For previous work, see T5954.
After T13046, the state of affairs is:
- Phabricator supports modular data export as part of core infrastructure.
- It is implemented by `PullLog` and `User`.
- After work here, by `Task`.
- ~~Maniphest still has a legacy, hard-coded version of this which exports to Excel in a non-modular way.~~
- After work here, Maniphest is now modern.
---
Completed changes:
{icon check, color=green} **Support Excel**: Currently, CSV, JSON, and text are supported. Elsewhere, in Maniphest, we support building Excel sheets. An Excel exporter should be added to the new infrastructure (e.g., `PhabricatorExcelExportFormat`).
{icon check, color=green} **Upgrade Maniphest**: Replace Maniphest's export process with the core infrastructure process. Remove `ManiphestExcelFormat` and `ManiphestExcelDefaultFormat`. This will break a small number of third-parties. I believe third-party exporters were almost exclusively used to hack in custom field support (below), though.
{icon check, color=green} **Modularize More Fields**: The `id` and `phid` fields are currently implemented by each `SearchEngine`, but the base class could implement them.
Extensions (like Custom Fields, maybe Flags, Subscribers, Projects, etc) should be able to add new field definitions and export data. See T5391 for Custom Fields specifically.

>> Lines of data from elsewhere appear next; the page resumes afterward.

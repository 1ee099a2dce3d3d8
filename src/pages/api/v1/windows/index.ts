import type { APIRoute } from 'astro';
import { z } from 'zod';
import { requireRole } from '../../../../lib/server/guard.ts';
import { readJson, readQuery } from '../../../../lib/server/http.ts';
import { createDraft, listWindows } from '../../../../lib/server/services/windows.ts';
import { WINDOW_STATUSES, WindowDraftCreateSchema } from '../../../../lib/shared/windows.ts';

const ListQuery = z.object({ status: z.enum(WINDOW_STATUSES).optional() });

/** Every window version (optionally one status), for everyone signed in. */
export const GET: APIRoute = async ({ locals, url }) => {
  requireRole(locals, 'view');
  const query = readQuery(url, ListQuery);
  return Response.json(await listWindows(query.status ? { status: query.status } : {}));
};

/** A new draft version of a lacquer × substrate window (engineer). */
export const POST: APIRoute = async ({ locals, request, clientAddress }) => {
  const user = requireRole(locals, 'window.edit');
  const input = await readJson(request, WindowDraftCreateSchema);
  return Response.json(await createDraft(user, input, clientAddress), { status: 201 });
};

This would start by defining an `ExportEngineExtension` base class, then implementing `CustomFieldExportEngineExtension`, etc. Make the base `SearchEngine` build extensions and call them to add more fields and data while exporting.
{icon check, color=green} **Column Headers/Labels**: JSON is self-labeling but CSV, text, and Excel could use column headers. Before we pass the field data to the exporter, we can pass just the field list (`addHeaders($fields)`). The JSON format can return immediately while other formats can build a header row.

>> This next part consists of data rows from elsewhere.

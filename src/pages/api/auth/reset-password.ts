import type { APIRoute } from 'astro';
import { readJson } from '../../../lib/server/http.ts';
import { completeReset } from '../../../lib/server/services/accounts.ts';
import { ResetPasswordSchema } from '../../../lib/shared/admin.ts';

/**
 * Public: `{token, password}` from an e-mailed link sets a new password. The link works once
 * and for 30 minutes: used → 410, expired → 410, unknown → 400. All sessions of the user end.
 */
export const POST: APIRoute = async ({ request, clientAddress }) => {
  const { token, password } = await readJson(request, ResetPasswordSchema);
  const { username } = await completeReset(token, password, clientAddress);
  return Response.json({ passwordSet: true, username });
};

{icon check, color=green} **Background file generation**: For very large result sets, foreground generation of export formats will fail (either hitting memory limits or time limits). We can test if we're going to examine more than, say, 1K rows, and queue a background job (like the Bulk jobs) instead of generating these large sheets in the foreground. The current stuff is written with a soft assumption that we'll pursue this eventually (e.g., you can stream 100 results at a time to the exporters and don't need to load them all into memory at once).
---
More speculative/future stuff, some of which may not have much value. Generally, I think we should probably wait for users to hit use cases for most of this stuff before pursuing it.

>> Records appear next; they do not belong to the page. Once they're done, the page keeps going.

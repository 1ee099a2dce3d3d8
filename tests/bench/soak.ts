/**
 * `npm run bench:soak` — the demo plant at 20× speed for 30 minutes (SOAK_MINUTES, SOAK_SPEED)
 * through the whole product as `npm start` runs it (its own state folder and ports, no seeded
 * history so every reading in the database came from this run). Prints, per process, resident
 * memory, heap, active handles and event-loop delay at the start (after a warm-up) and at the
 * end, and the readings published against those stored (lost and duplicated must be 0).
 * Nothing here asserts; the figures are for reading.
 */
import { spawn } from 'node:child_process';
import fs from 'node:fs';
import path from 'node:path';
import pg from 'pg';
import { clusterDir, freePort, startLocalPostgres, stopLocalPostgres } from '../../db/pg-control.ts';
import type { ProcessMetrics } from '../../src/lib/core/process-metrics.ts';
import { root } from '../support/test-stack.ts';

const minutes = Number(process.env['SOAK_MINUTES'] ?? 30);
const speed = Number(process.env['SOAK_SPEED'] ?? 20);
const warmupMs = 60_000;
const varDir = path.join(root, 'var', `soak-${process.pid}`);
const metricsDir = path.join(varDir, 'metrics');
const names = ['broker', 'ingest-worker', 'web', 'simulator'];

const sleep = (ms: number) => new Promise((r) => setTimeout(r, ms));
const mib = (b: number) => `${(b / 1048576).toFixed(1)} MiB`;

function snapshot(): Record<string, ProcessMetrics | null> {
  const out: Record<string, ProcessMetrics | null> = {};
  for (const n of names) {
    try {
      out[n] = JSON.parse(fs.readFileSync(path.join(metricsDir, `${n}.json`), 'utf8')) as ProcessMetrics;
    } catch {
      out[n] = null;
    }
  }
  return out;
}

async function main() {
  const webPort = await freePort();
  const mqttPort = await freePort();
  // Plant time runs `speed` times faster and ends at "now" when the run ends: never in the future.
  const plantStartMs = Date.now() - minutes * 60_000 * speed + minutes * 60_000;
  let out = '';
  const stack = spawn(process.execPath, ['--import', 'tsx', 'ingest/stack.ts'], {
    cwd: root,
    env: {
      ...process.env,
      COATRAIL_VAR_DIR: varDir,
      COATRAIL_HISTORY_DAYS: '0',
      COATRAIL_METRICS_DIR: metricsDir,
      PORT: String(webPort),
      MQTT_PORT: String(mqttPort),
      MQTT_WS_PORT: String(await freePort()),
      SIMULATOR: '1',
      SIM_SPEED: String(speed),
      SIM_START_MS: String(plantStartMs),
      DATABASE_URL: '',
      PUBLIC_ORIGIN: '',
    },
    stdio: ['ignore', 'pipe', 'pipe'],
  });
  stack.stdout.on('data', (b: Buffer) => (out += b.toString()));
  stack.stderr.on('data', (b: Buffer) => (out += b.toString()));
  const until = Date.now() + 600_000;
  while (!out.includes('Coatrail is running at')) {
    if (stack.exitCode !== null || Date.now() > until) throw new Error(`the product did not start:\n${out.slice(-3000)}`);
    await sleep(500);
  }
  console.log(`soak: ${minutes} min at ${speed}× (${((minutes * speed) / 60).toFixed(1)} h of plant time); warming up 60 s…`);
  await sleep(warmupMs);
  const first = snapshot();
  const t0 = Date.now();
  while (Date.now() - t0 < minutes * 60_000 - warmupMs) {
    await sleep(60_000);
    const s = snapshot();
    const w = s['ingest-worker'];
    console.log(
      `soak: ${Math.round((Date.now() - t0) / 60_000) + 1} min — worker ${w ? mib(w.rssBytes) : '?'}, simulator sent ${Number(s['simulator']?.extra['samplesSent'] ?? NaN)}`,
    );
  }
  const last = snapshot();
  stack.kill('SIGTERM');
  while (stack.exitCode === null) await sleep(200);
  const final = snapshot(); // the simulator and worker write theirs once more as they stop

  console.log('');
  console.log('| process | RSS start → end | heap start → end | handles start → end | event-loop delay p99 start → end (max) |');
  console.log('|---|---|---|---|---|');
  for (const n of names) {
    const a = first[n];
    const b = last[n];
    if (!a || !b) {
      console.log(`| ${n} | (no figures) | | | |`);
      continue;
    }
    console.log(
      `| ${n} | ${mib(a.rssBytes)} → ${mib(b.rssBytes)} | ${mib(a.heapUsedBytes)} → ${mib(b.heapUsedBytes)} | ${a.activeHandles} → ${b.activeHandles} | ${a.eventLoopDelayMs.p99.toFixed(1)} → ${b.eventLoopDelayMs.p99.toFixed(1)} ms (${b.eventLoopDelayMs.max.toFixed(0)} ms) |`,
    );
  }

  const sent = Number(final['simulator']?.extra['samplesSent'] ?? NaN);
  const dropped = Number(final['simulator']?.extra['samplesDropped'] ?? 0);
  const h = await startLocalPostgres({ baseDir: path.join(varDir, 'pg'), database: 'coatrail' });
  const db = new pg.Client({ connectionString: h.url });
  await db.connect();
  const stored = (await db.query<{ n: number }>('select count(*)::int as n from readings')).rows[0]!.n;
  const rejected = (
    await db.query<{ reason: string; n: number }>('select reason, count(*)::int as n from ingest_rejections group by 1')
  ).rows;
  const dup = rejected.find((r) => r.reason === 'duplicate')?.n ?? 0;
  const lastByKind = (
    await db.query<{ kind: string; n: number; first: string; last: string }>(
      `select c.kind, count(*)::int as n, min(r.ts)::text as first, max(r.ts)::text as last from readings r join channels c on c.id = r.channel_id group by 1 order by 1`,
    )
  ).rows;
  console.log(`plant time at the simulator's stop: ${JSON.stringify(final['simulator']?.extra['plantTime'])}`);
  console.log(`plant time at the start: ${new Date(plantStartMs).toISOString()}`);
  for (const r of lastByKind) console.log(`  ${r.kind}: ${r.n} stored, ${r.first} … ${r.last}`);
  await db.end();
  await stopLocalPostgres(path.join(varDir, 'pg'));
  console.log('');
  console.log(`readings published by the simulator: ${sent} (${dropped} dropped by gateways while offline)`);
  console.log(`readings stored: ${stored}; lost: ${sent - stored}; duplicates refused: ${dup}`);
  console.log(`refused messages by reason: ${rejected.map((r) => `${r.reason} ${r.n}`).join(', ') || 'none'}`);
  const cluster = clusterDir(path.join(varDir, 'pg'));
  fs.rmSync(varDir, { recursive: true, force: true });
  fs.rmSync(cluster, { recursive: true, force: true });
}

main().catch((e) => {
  console.error(e);
  process.exit(1);
});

**Let users reorder and filter columns**: If an object exports columns X, Y, and Z, let the user select that they only want X and Z in order "Z, X". The APIs are currently built with a soft assumption that we might pursue this eventually. On the other hand, you can do this yourself in Excel and it's probably quite a lot of work to do in the web UI (since we'd realistically need to let you edit/save/share these configurations -- there's no time savings if you have to go uncheck 250 checkboxes every time you click the "Export Data" button).
**Let users reformat fields**: If we support filtering/reordering fields, we might also support selecting a format for fields. For example, for a date field, you might choose to export it as an epoch timestamp, or as YYYY-MM-DD, or as Saturday, XXth of YYYY Year of Our Lord, or whatever else. As above, you can do this in Excel yourself, so the value isn't clear.
**Support more applications**: Adding support for more applications is fairly easy, but it's not clear that exporting most applications to CSV is particularly useful.